Collected data entries
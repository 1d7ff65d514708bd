import { and, desc, eq, inArray } from 'drizzle-orm';
import type { Run, RunKind } from '$lib/schema/run';
import type { Actor } from '../auth/actor';
import { db } from '../db';
import { runs } from '../db/schema';
import { findLayout } from '../layouts/find-layout';
import { runColumns, runView } from './run-view';

/** How far back to look for a run that fits the layout as it stands, as after an undo. */
const LOOK_BACK = 10;

/** The run to show for a layout: the newest that is not out of date, else the newest; null when there is none. */
export async function latestRun(actor: Actor, layoutId: string, kind: RunKind): Promise<Run | null> {
	await findLayout(actor, layoutId, 'run.read');
	const rows = await db
		.select(runColumns)
		.from(runs)
		.where(
			and(
				eq(runs.layoutId, layoutId),
				eq(runs.kind, kind),
				inArray(runs.status, ['queued', 'working', 'done', 'failed'])
			)
		)
		.orderBy(desc(runs.id))
		.limit(LOOK_BACK);
	let newest: Run | null = null;
	for (const row of rows) {
		const run = await runView(row);
		if (!run.outOfDate && run.status !== 'failed') return run;
		newest ??= run;
	}
	return newest;
}
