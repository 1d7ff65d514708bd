import { createHash } from 'node:crypto';
import { CORE_VERSION } from '$lib/core';
import type { Layout, Place, Plot, WinterRule } from '$lib/core/document';
import type { RunInput } from '$lib/core/results';
import { standardOffsetMinutes } from '$lib/i18n';
import type { RunKind } from '$lib/schema/run';
import { defaultWinterRule } from '$lib/schema/winter-rule';
import { canonicalJson } from './canonical-json';

export interface RunSources {
	place: Place;
	winterRule: WinterRule;
	plot: Plot;
	layout: Layout;
}

export interface RunTerms {
	year: number;
	stepMinutes: number;
	treeYears: number;
}

/** What the core is given for a run of these documents. */
export function runInput(sources: RunSources, terms: RunTerms): RunInput {
	return {
		place: sources.place,
		plot: sources.plot,
		layout: sources.layout,
		winterRule: sources.winterRule,
		year: terms.year,
		stepMinutes: terms.stepMinutes,
		treeYears: terms.treeYears,
		utcOffsetMinutes: standardOffsetMinutes(terms.year, sources.place.timeZone)
	};
}

/**
 * SHA-256 of what a run's result depends on, with the core's version. The chosen mounts are left out (choosing one does
 * not make a run out of date), and for mount runs the winter rule too.
 */
export function runInputHash(kind: RunKind, input: RunInput): string {
	const counted = {
		...input,
		layout: { ...input.layout, mounts: null },
		winterRule: kind === 'mounts' ? defaultWinterRule : input.winterRule
	};
	return createHash('sha256')
		.update(canonicalJson({ kind, core: CORE_VERSION, input: counted }))
		.digest('hex');
}
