/** Lets so many pieces of work through at a time; the others wait in the order in which they came. */
export class Slots {
	private free: number;
	private readonly waiting: (() => void)[] = [];

	constructor(count: number) {
		this.free = count;
	}

	/** Runs the work once there is room for it. */
	async use<T>(work: () => Promise<T>): Promise<T> {
		if (this.free > 0) this.free -= 1;
		else await new Promise<void>((go) => this.waiting.push(go));
		try {
			return await work();
		} finally {
			const next = this.waiting.shift();
			if (next) next();
			else this.free += 1;
		}
	}
}
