import { build } from 'vite';

const SUFFIX = '?worker-source';

/**
 * `import source from './entry.ts?worker-source'` gives the entry, bundled with all it imports, as one string of ESM.
 * A worker thread cannot be started from a module of the server build, since the build moves and merges modules; text
 * that the server writes to a file of its own always can.
 * @returns {import('vite').Plugin}
 */
export function workerSource() {
	return {
		name: 'worker-source',
		enforce: 'pre',
		async load(id) {
			if (!id.endsWith(SUFFIX)) return null;
			const entry = id.slice(0, -SUFFIX.length);
			const built = await build({
				configFile: false,
				logLevel: 'error',
				build: {
					write: false,
					ssr: entry,
					target: 'node20',
					minify: false,
					rolldownOptions: { output: { format: 'es', codeSplitting: false } }
				},
				ssr: { noExternal: true }
			});
			const output = [built].flat().flatMap((one) => ('output' in one ? one.output : []));
			const chunks = output.filter((one) => one.type === 'chunk');
			if (chunks.length !== 1) throw new Error(`${entry} must bundle to one module, not ${chunks.length}`);
			for (const file of chunks[0].moduleIds) {
				if (!file.startsWith('\0')) this.addWatchFile(file);
			}
			return { code: `export default ${JSON.stringify(chunks[0].code)};`, moduleType: 'js', map: null };
		}
	};
}
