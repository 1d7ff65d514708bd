import { MessageChannel } from 'node:worker_threads';
import type { RunInput } from '$lib/core/results';
import type { RunKind } from '$lib/schema/run';
import { computePool } from './pool';
import { Slots } from './slots';
import type { ComputeTask, PackedResult, PortMessage, WorkerCall } from './tasks';
import { PARTS_AT_ONCE, partsOf, rangesOf } from './threads';
import { buffersOf } from './transfer';

/** How far a run in parts is when only the putting together is left. */
const PARTS_01 = 0.97;

export interface RunToCompute {
	kind: RunKind;
	input: RunInput;
	inputHash: string;
}

export interface RunControl {
	/** One 32-bit number, set to 1 to stop every part at its next step. */
	stop: SharedArrayBuffer;
	/** Ends the threads of every part at once. */
	signal: AbortSignal;
	onProgress: (done01: number) => void;
}

/** Kept across reloads of the development server. */
const holder = globalThis as typeof globalThis & { tiltyardRunSlots?: Slots };
const slots = (): Slots => (holder.tiltyardRunSlots ??= new Slots(PARTS_AT_ONCE));

/** One task in a thread, once a run may take one; tells its progress. Null when it was stopped. */
async function inThread(
	task: ComputeTask,
	control: RunControl,
	onProgress: (done01: number) => void,
	handedOver: ArrayBuffer[] = []
): Promise<object | null> {
	return slots().use(async () => {
		const { port1, port2 } = new MessageChannel();
		const sent = new Promise<object>((resolve) => {
			port1.on('message', (message: PortMessage) => {
				if ('found' in message) resolve(message.found);
				else onProgress(message.done01);
			});
		});
		try {
			const call: WorkerCall = { task, stop: control.stop, port: port2 };
			const went = (await computePool().run(call, {
				transferList: [port2, ...handedOver],
				signal: control.signal
			})) as boolean;
			return went ? await sent : null;
		} finally {
			port1.close();
		}
	});
}

/**
 * Computes a run, large fields in parts on several threads; the same bytes on any number of them. Null when it was
 * stopped. When a part fails the others are stopped, and its error is thrown after all have ended.
 */
export async function computeRun(run: RunToCompute, control: RunControl): Promise<PackedResult | null> {
	const { kind, input, inputHash } = run;
	const trackers = input.layout.trackers.length;
	const count = partsOf(kind, trackers);
	if (count === 1) {
		const whole = await inThread({ kind: 'run', run: kind, input, inputHash }, control, control.onProgress);
		return whole as PackedResult | null;
	}
	const ranges = rangesOf(trackers, count);
	const done = ranges.map(() => 0);
	const flag = new Int32Array(control.stop);
	const outcomes = await Promise.allSettled(
		ranges.map(async (range, k) => {
			try {
				return await inThread({ kind: 'run-part', run: kind, input, range }, control, (done01) => {
					done[k] = ((range.to - range.from) / trackers) * done01;
					control.onProgress(PARTS_01 * done.reduce((sum, part) => sum + part, 0));
				});
			} catch (error) {
				Atomics.store(flag, 0, 1);
				throw error;
			}
		})
	);
	const failed = outcomes.find((outcome) => outcome.status === 'rejected');
	if (failed) throw failed.reason;
	const parts = outcomes.flatMap((outcome) => (outcome.status === 'fulfilled' ? [outcome.value] : []));
	if (!parts.every((part) => part !== null)) return null;
	control.onProgress(PARTS_01);
	const join: ComputeTask = { kind: 'run-join', run: kind, input, inputHash, parts };
	return (await inThread(join, control, () => {}, buffersOf(parts))) as PackedResult;
}
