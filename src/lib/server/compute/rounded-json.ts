/** Digits kept of a stored number: 1e-9 of its size, far below what any input is known to. */
const SIGNIFICANT_DIGITS = 9;

/** JSON with every fractional number rounded to nine significant digits, so that stored results stay small and repeat byte for byte. */
export function roundedJson(value: unknown): string {
	return JSON.stringify(value, (_key, inner: unknown) =>
		typeof inner === 'number' && !Number.isInteger(inner)
			? Number(inner.toPrecision(SIGNIFICANT_DIGITS))
			: inner
	);
}
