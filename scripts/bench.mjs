// Speed of the computing core: seeded fields, medians of processor time, one JSON object on the last line.
//   npm run bench                      everything, some minutes
//   npm run bench -- --quick           the shorter ones, and rates on fewer suns: under a minute
//   npm run bench -- --only alike.     only figures whose name begins so
//   npm run bench -- --record          writes tests/bench/recorded.json as well
//   npm run bench -- --forget          leaves .data/bench.json, the last run on this machine, as it is
// Each figure is shown beside the last run on this machine and beside the recorded one.
import { rmSync } from 'node:fs';
import { mkdir, mkdtemp, readFile, rm, writeFile } from 'node:fs/promises';
import { availableParallelism, cpus, totalmem } from 'node:os';
import { fileURLToPath, pathToFileURL } from 'node:url';
import { parseArgs } from 'node:util';
import { build } from 'vite';
import { figureLine } from './lib/bench-lines.mjs';

const root = fileURLToPath(new URL('..', import.meta.url));
const dataDir = `${root}.data`;
const lastFile = `${dataDir}/bench.json`;
const recordedFile = `${root}tests/bench/recorded.json`;

const { values: options } = parseArgs({
	options: {
		quick: { type: 'boolean', default: false },
		record: { type: 'boolean', default: false },
		forget: { type: 'boolean', default: false },
		only: { type: 'string', default: '' }
	}
});
if (options.record && (options.quick || options.only)) {
	console.error('--record takes a whole run: leave --quick and --only away.');
	process.exit(2);
}

/** @param {string} file @returns {Promise<Record<string, number>>} */
async function figuresOf(file) {
	try {
		return JSON.parse(await readFile(file, 'utf8')).figures ?? {};
	} catch (error) {
		if (/** @type {NodeJS.ErrnoException} */ (error).code !== 'ENOENT')
			console.log(
				`${file} cannot be read (${/** @type {Error} */ (error).message}): nothing to compare with.`
			);
		return {};
	}
}

const began = performance.now();
await mkdir(dataDir, { recursive: true });
const folder = await mkdtemp(`${dataDir}/bench-`);
for (const signal of ['SIGINT', 'SIGTERM']) {
	process.once(signal, () => {
		rmSync(folder, { recursive: true, force: true });
		process.exit(1);
	});
}
try {
	const last = await figuresOf(lastFile);
	const recorded = await figuresOf(recordedFile);
	// Bundled first: module wrappers of a development server would be measured otherwise.
	await build({
		configFile: false,
		root,
		logLevel: 'warn',
		build: {
			outDir: folder,
			target: 'node20',
			minify: false,
			lib: {
				entry: Object.fromEntries(
					['run', 'child', 'part-worker'].map((name) => [name, `${root}tests/bench/${name}.ts`])
				),
				formats: ['es']
			},
			rolldownOptions: {
				external: [/^node:/, 'three', 'three-mesh-bvh', 'polyclip-ts'],
				output: { entryFileNames: '[name].mjs', chunkFileNames: '[name].mjs' }
			}
		}
	});
	const { measure } = await import(pathToFileURL(`${folder}/run.mjs`).href);
	let group = '';
	const figures = await measure({
		quick: options.quick,
		only: options.only,
		folder,
		sources: `${root}tests/bench`,
		say: (/** @type {string} */ line) => console.log(line),
		figure: (/** @type {string} */ name, /** @type {number} */ value, /** @type {string} */ note) => {
			const effect = name.slice(0, name.indexOf('.'));
			if (effect !== group) console.log(`\n${effect}`);
			group = effect;
			console.log(figureLine({ name, value, note, last: last[name], recorded: recorded[name] }));
		}
	});
	const machine = {
		processor: cpus()[0]?.model ?? 'unknown',
		cores: availableParallelism(),
		memoryGb: Math.round(totalmem() / 2 ** 30),
		node: process.version
	};
	// Figures that this run did not take keep their last value.
	const kept = { machine, figures: { ...last, ...figures } };
	if (!options.forget) await writeFile(lastFile, `${JSON.stringify(kept, null, '\t')}\n`);
	if (options.record) await writeFile(recordedFile, `${JSON.stringify({ machine, figures }, null, '\t')}\n`);
	const seconds = Math.round((performance.now() - began) / 1000);
	const count = Object.keys(figures).length;
	console.log(`\n${count} figures in ${seconds} s on ${machine.cores} cores, Node ${machine.node}`);
	console.log(JSON.stringify({ figures }));
} finally {
	await rm(folder, { recursive: true, force: true });
}
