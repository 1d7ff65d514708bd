import { execFile } from 'node:child_process';
import { mkdtemp, rm, writeFile } from 'node:fs/promises';
import { tmpdir } from 'node:os';
import { join } from 'node:path';
import { promisify } from 'node:util';
import { build } from 'vite';

const NAME = 'virtual:measured-checks';
const RESOLVED = `\0${NAME}`;
const ENTRY = 'src/lib/method/measure/build-entry.ts';

/** One measurement for each process: client and server build, and every reload of the development server, share it. */
const kept = /** @type {{ tiltyardMeasured?: Promise<string> }} */ (globalThis);

/**
 * `import report from 'virtual:measured-checks'` gives what the checks of `src/lib/method` measured, as data. They are
 * bundled and run in a process of their own, so that neither their packages nor their reference values go to a page.
 * @returns {import('vite').Plugin}
 */
export function measuredChecks() {
	let root = process.cwd();
	return {
		name: 'measured-checks',
		configResolved(config) {
			root = config.root;
		},
		resolveId(id) {
			return id === NAME ? RESOLVED : null;
		},
		async load(id) {
			if (id !== RESOLVED) return null;
			kept.tiltyardMeasured ??= measure(root);
			return { code: `export default ${await kept.tiltyardMeasured};`, moduleType: 'js', map: null };
		}
	};
}

/** @param {string} root */
async function measure(root) {
	const built = await build({
		configFile: false,
		root,
		logLevel: 'error',
		build: {
			write: false,
			ssr: join(root, ENTRY),
			target: 'node20',
			minify: false,
			rolldownOptions: { output: { format: 'es', codeSplitting: false } }
		},
		resolve: { alias: { $lib: join(root, 'src/lib') } },
		ssr: { noExternal: true }
	});
	const output = [built].flat().flatMap((one) => ('output' in one ? one.output : []));
	const chunks = output.filter((one) => one.type === 'chunk');
	if (chunks.length !== 1) throw new Error(`${ENTRY} must bundle to one module, not ${chunks.length}`);
	const folder = await mkdtemp(join(tmpdir(), 'tiltyard-checks-'));
	try {
		const file = join(folder, 'checks.mjs');
		await writeFile(file, chunks[0].code);
		const { stdout } = await promisify(execFile)(process.execPath, [file], {
			cwd: root,
			maxBuffer: 16 * 1024 * 1024
		});
		/** @type {{ checks: { id: string, passes: boolean, worst: number, worstAt: string }[] }} */
		const report = JSON.parse(stdout);
		const failed = report.checks.filter(({ passes }) => !passes);
		for (const { id, worst, worstAt } of failed)
			console.warn(`Check ${id} is outside its tolerance: ${worst} at ${worstAt}`);
		return JSON.stringify(report);
	} finally {
		await rm(folder, { recursive: true, force: true });
	}
}
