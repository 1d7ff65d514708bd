import { ensureBuild } from './lib/build.mjs';
import { openTestDatabase } from './lib/test-database.mjs';
import { superviseChild } from './lib/process.mjs';
import { runMain } from './lib/say.mjs';
import { serveBuild } from './lib/serve.mjs';
import { appEnvironment } from './lib/settings.mjs';

/** The built application for browser tests: a fresh database with the demo in it. Started by Playwright. */
runMain(async () => {
	const port = Number(process.env.E2E_PORT ?? 4173);
	await ensureBuild();
	const database = await openTestDatabase('tiltyard_e2e');
	try {
		const origin = `http://127.0.0.1:${port}`;
		const env = { LOG_LEVEL: 'warn', ...appEnvironment({ url: database.url, ownDatabase: true, origin }) };
		const child = await serveBuild({ host: '127.0.0.1', port, env });
		superviseChild(child, database.stop);
	} catch (error) {
		await database.stop();
		throw error;
	}
});
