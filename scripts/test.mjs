import { join } from 'node:path';
import { installDebianPackages } from './lib/apt.mjs';
import { ensureBuild } from './lib/build.mjs';
import { check, countPlaywright, countVitest, endChecks, suite } from './lib/checks.mjs';
import { openMariadb } from './lib/mariadb.mjs';
import { ensurePackages } from './lib/packages.mjs';
import { dataPath, findProgram, root } from './lib/paths.mjs';
import { endOnSignal, freePort } from './lib/process.mjs';
import { runMain, say, secondsSince } from './lib/say.mjs';

/** `npm test`: brings what it needs, runs everything, ends with the line `N passed, N failed`. */
runMain(async () => {
	const since = performance.now();
	ensurePackages();
	const missing = [
		...(process.env.CHROMIUM || findProgram('chromium') ? [] : ['chromium']),
		...(findProgram('pdftotext') ? [] : ['poppler-utils'])
	];
	if (missing.length > 0) installDebianPackages(missing, 'run the browser tests');

	// The tests' own server, held open for the whole run; nothing of an operator's database is touched.
	delete process.env.DATABASE_URL;
	const signals = endOnSignal();
	const opening = openMariadb('test', 'tiltyard_hold', { durable: false });
	signals.add(() => opening.then((opened) => opened.stop()));
	const database = await signals.during(opening);
	signals.release();
	let interrupted = false;
	for (const signal of /** @type {NodeJS.Signals[]} */ (['SIGINT', 'SIGTERM', 'SIGHUP']))
		process.on(signal, () => {
			interrupted = true;
			endChecks();
		});

	const bin = (/** @type {string} */ name) => join(root, 'node_modules', '.bin', name);
	const outcomes = [];
	/** Two at a time: the machine that this was written on has two cores. */
	const together = async (
		/** @type {Array<() => Promise<import('./lib/checks.mjs').Outcome>>} */ ...checks
	) => {
		if (interrupted) return;
		outcomes.push(...(await Promise.all(checks.map((start) => start()))));
	};
	try {
		await check('framework files', bin('svelte-kit'), ['sync']).then((outcome) => outcomes.push(outcome));
		await together(
			async () =>
				check('type check', bin('svelte-check'), ['--tsconfig', './tsconfig.json', '--fail-on-warnings']),
			async () => check('lint', bin('eslint'), ['.', '--max-warnings', '0'])
		);
		await together(async () => check('format', bin('prettier'), ['--check', '.']));
		const vitestReport = dataPath('reports', 'vitest.json');
		await together(() =>
			suite({
				name: 'unit, accuracy and integration tests',
				program: bin('vitest'),
				args: ['run', '--reporter=default', '--reporter=json', `--outputFile.json=${vitestReport}`],
				reportFile: vitestReport,
				limitMs: 1_200_000,
				count: countVitest
			})
		);
		await together(buildCheck);
		const playwrightReport = dataPath('reports', 'playwright.json');
		const port = await freePort();
		await together(() =>
			suite({
				name: 'browser tests',
				program: bin('playwright'),
				args: ['test'],
				env: { E2E_PORT: String(port), PLAYWRIGHT_JSON_OUTPUT_NAME: playwrightReport },
				reportFile: playwrightReport,
				limitMs: 2_400_000,
				count: countPlaywright
			})
		);
	} finally {
		await database.stop();
	}

	const sum = (/** @type {'passed' | 'failed' | 'skipped'} */ key) =>
		outcomes.reduce((total, outcome) => total + outcome[key], 0);
	const failed = sum('failed') + (interrupted ? 1 : 0);
	say(`\n${interrupted ? 'Interrupted. ' : ''}${secondsSince(since)} s in all, ${sum('skipped')} skipped`);
	say(`${sum('passed')} passed, ${failed} failed`);
	process.exit(failed > 0 ? 1 : 0);
});

/** The production build, as one check; skipped work when the sources have not changed. */
async function buildCheck() {
	const since = performance.now();
	try {
		const built = await ensureBuild();
		say(`✓ build: ${built ? 'made' : 'up to date'} (${secondsSince(since)} s)`);
		return { name: 'build', passed: 1, failed: 0, skipped: 0, output: '' };
	} catch (error) {
		const output = error instanceof Error ? error.message : String(error);
		say(`✗ build\n${output}`);
		return { name: 'build', passed: 0, failed: 1, skipped: 0, output };
	}
}
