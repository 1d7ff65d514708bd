import { ensureBuild } from './lib/build.mjs';
import { openDatabase } from './lib/database.mjs';
import { ensurePackages } from './lib/packages.mjs';
import { endChild, endOnSignal, superviseChild, whyNoListener } from './lib/process.mjs';
import { Refusal, runMain, say, secondsSince } from './lib/say.mjs';
import { serveBuild } from './lib/serve.mjs';
import { appEnvironment, demoAllowed, demoLines, isAtHome } from './lib/settings.mjs';

/** `npm start`: from a bare checkout to a served application; see README. */
runMain(async () => {
	const since = performance.now();
	const host = process.env.HOST ?? '127.0.0.1';
	const port = Number(process.env.PORT ?? 3000);
	if (!Number.isInteger(port) || port < 1 || port > 65535)
		throw new Refusal(`PORT is "${process.env.PORT}": give a whole number from 1 to 65535.`);
	const origin =
		process.env.ORIGIN ?? `http://${host === '0.0.0.0' || host === '::' ? '127.0.0.1' : host}:${port}`;
	const refused = await whyNoListener(host, port);
	if (refused) throw new Refusal(refused);

	ensurePackages();
	const signals = endOnSignal();
	const endSoon = (/** @type {import('node:child_process').ChildProcess} */ child) =>
		signals.add(() => endChild(child));
	const building = ensureBuild(endSoon);
	// Awaited below; a failure must not count as unhandled while the database starts.
	building.catch(() => undefined);
	const opening = openDatabase();
	// When it can't be opened, the reason is told below.
	signals.add(() =>
		opening.then(
			(opened) => opened.stop(),
			() => undefined
		)
	);
	/** @type {boolean} */
	let own;
	try {
		const database = await signals.during(opening);
		own = database.own;
		await signals.during(building);
		const env = appEnvironment({ url: database.url, ownDatabase: own, host, origin });
		const child = await signals.during(serveBuild({ host, port, env, started: endSoon }));
		signals.release();
		superviseChild(child, database.stop);
	} catch (error) {
		await signals.endAll();
		throw error;
	}
	say(`\nTiltyard is ready after ${secondsSince(since)} s: ${origin}\n`);
	if (demoAllowed(own)) say(`${demoLines().join('\n')}\n`);
	else
		say(
			'NODE_ENV=production with a database of your own: the demo is not put in, its accounts are refused.\n'
		);
	if (demoAllowed(own) && !isAtHome(host, origin))
		say(
			'This address can be reached from other machines: the mailbox is shut (set SMTP_URL to send letters), and the demo sign-ins above are open to whoever knows them.\n'
		);
	say('Ctrl-C stops it.');
});
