/** Version of the computing core; stored with every result. Raised whenever a change may alter a figure. */
export const CORE_VERSION = '0.4.0';
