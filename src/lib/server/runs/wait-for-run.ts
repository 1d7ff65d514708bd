import type { Run } from '$lib/schema/run';
import type { Actor } from '../auth/actor';
import { AppError } from '../errors';
import { getRun } from './get-run';

const LOOK_EVERY_MS = 50;

/** Waits until a run is done. Throws when it ends in another way or takes longer than `patienceMs`. */
export async function waitForRun(actor: Actor, runId: string, patienceMs: number): Promise<Run> {
	const until = Date.now() + patienceMs;
	for (;;) {
		const run = await getRun(actor, runId);
		if (run.status === 'done') return run;
		if (run.status !== 'queued' && run.status !== 'working') {
			throw new AppError('conflict', `The run has ${run.status}${run.error ? `: ${run.error}` : ''}.`);
		}
		if (Date.now() > until) throw new AppError('unavailable', 'The run takes longer than it was given.');
		await new Promise((resume) => setTimeout(resume, LOOK_EVERY_MS));
	}
}
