import { describe, expect, it } from 'vitest';
import { emptyLayout, emptyPlot, defaultWinterRule } from '$lib/schema';
import { canonicalJson } from './canonical-json';
import { runInput, runInputHash, type RunSources } from './run-input';

const sources: RunSources = {
	place: {
		latitudeDeg: 41.2,
		longitudeDeg: 14.8,
		altitudeM: 420,
		timeZone: 'Europe/Rome',
		magneticDeclinationDeg: 3.6
	},
	winterRule: defaultWinterRule,
	plot: emptyPlot(),
	layout: emptyLayout()
};
const terms = { year: 2026, stepMinutes: 10, treeYears: 0 };

describe('the input of a run', () => {
	it('carries the standard-time offset of the place, not summer time', () => {
		expect(runInput(sources, terms).utcOffsetMinutes).toBe(60);
	});

	it('has the same hash whatever the order of names and whichever mounts are chosen', () => {
		const hash = runInputHash('shade', runInput(sources, terms));
		const chosen = structuredClone(sources);
		chosen.layout.mounts.common = { edge: 'top', alongM: 0, outM: 0.08, forwardM: 0.03 };
		expect(runInputHash('shade', runInput(chosen, terms))).toBe(hash);
		expect(canonicalJson({ b: 1, a: { d: [2, { f: 1, e: 2 }], c: 3 } })).toBe(
			'{"a":{"c":3,"d":[2,{"e":2,"f":1}]},"b":1}'
		);
	});

	it('has another hash when the plot, the year or the kind is another', () => {
		const hash = runInputHash('shade', runInput(sources, terms));
		const moved = structuredClone(sources);
		moved.plot.setBackM += 0.001;
		expect(runInputHash('shade', runInput(moved, terms))).not.toBe(hash);
		expect(runInputHash('shade', runInput(sources, { ...terms, year: 2027 }))).not.toBe(hash);
		expect(runInputHash('mounts', runInput(sources, terms))).not.toBe(hash);
	});

	it('counts the winter rule for shade only', () => {
		const other: RunSources = { ...sources, winterRule: { kind: 'clear-above', elevationDeg: 5 } };
		expect(runInputHash('shade', runInput(other, terms))).not.toBe(
			runInputHash('shade', runInput(sources, terms))
		);
		expect(runInputHash('mounts', runInput(other, terms))).toBe(
			runInputHash('mounts', runInput(sources, terms))
		);
	});
});
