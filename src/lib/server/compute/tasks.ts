import type { MessagePort } from 'node:worker_threads';
import type { z } from 'zod';
import type { RunInput } from '$lib/core/results';
import type {
	fieldLossRequestSchema,
	irradianceRequestSchema,
	mountRequestSchema,
	shadeRequestSchema,
	sunRequestSchema
} from '$lib/schema/compute';

/** What a worker thread is given. Plain data, so that it can be copied to the thread. */
export type ComputeTask =
	| { kind: 'shade-run'; input: RunInput }
	| { kind: 'mount-run'; input: RunInput }
	| { kind: 'sun'; request: z.output<typeof sunRequestSchema> }
	| { kind: 'irradiance'; request: z.output<typeof irradianceRequestSchema> }
	| { kind: 'shade-scene'; scene: z.output<typeof shadeRequestSchema> }
	| { kind: 'mount-scene'; scene: z.output<typeof mountRequestSchema> }
	| { kind: 'field-loss'; request: z.output<typeof fieldLossRequestSchema> };

export interface WorkerCall {
	task: ComputeTask;
	/** One 32-bit number, set to 1 by the server to stop the run. */
	stop?: SharedArrayBuffer;
	/** Takes `{ done01 }` from the thread. */
	port?: MessagePort;
}

/** A finished run: the result as JSON text, packed with gzip, since a large field fills tens of megabytes. */
export interface PackedResult {
	gzip: Uint8Array;
	jsonBytes: number;
	computeMs: number;
}
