import { availableParallelism } from 'node:os';
import { runThreads } from '../env';
import type { RunKind } from '$lib/schema/run';

/** Stored runs at once: at least two, so that a quick one does not wait behind a long one. */
export const RUNS_AT_ONCE = Math.max(2, Math.min(4, availableParallelism() - 1));

/** Threads that one run may take: more than the cores would only take turns. */
const MOST_PARTS = Math.max(1, Math.min(8, availableParallelism()));

/** Parts of runs that may work at once: a run in parts leaves room for another one. */
export const PARTS_AT_ONCE = Math.max(RUNS_AT_ONCE, MOST_PARTS + 1);

/** One more thread than runs may take, so that a calculation asked for by the API never waits behind a long run. */
export const THREADS = PARTS_AT_ONCE + 1;

/** Fewer trackers than this are not worth a thread of their own: every part prepares the whole field. */
const LEAST_TRACKERS = 100;

/** Kinds of run that can be computed tracker by tracker. */
const inParts: ReadonlySet<RunKind> = new Set(['shade', 'answers']);

/** In how many parts to compute a run of so many trackers. */
export function partsOf(kind: RunKind, trackers: number): number {
	if (!inParts.has(kind)) return 1;
	const most = Math.max(1, Math.floor(trackers / LEAST_TRACKERS));
	return Math.min(runThreads() ?? MOST_PARTS, most);
}

/** Ranges of trackers that follow each other and cover all, as even as whole trackers allow. */
export function rangesOf(trackers: number, parts: number): { from: number; to: number }[] {
	return Array.from({ length: parts }, (_, k) => ({
		from: Math.floor((k * trackers) / parts),
		to: Math.floor(((k + 1) * trackers) / parts)
	}));
}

▶ [WHAT NEEDS TO BE DONE]: Scan the records above, then copy out each line that mentions "expect".

▶ [OUTPUT FOR THIS TASK]:
import { describe, expect, it } from 'vitest';
		expect(runInput(sources, terms).utcOffsetMinutes).toBe(60);
		expect(runInputHash('shade', runInput(chosen, terms))).toBe(hash);
		expect(canonicalJson({ b: 1, a: { d: [2, { f: 1, e: 2 }], c: 3 } })).toBe(
		expect(runInputHash('shade', runInput(moved, terms))).not.toBe(hash);
		expect(runInputHash('shade', runInput(sources, { ...terms, year: 2027 }))).not.toBe(hash);
		expect(runInputHash('mounts', runInput(sources, terms))).not.toBe(hash);
		expect(runInputHash('shade', runInput(other, terms))).not.toBe(
		expect(runInputHash('mounts', runInput(other, terms))).toBe(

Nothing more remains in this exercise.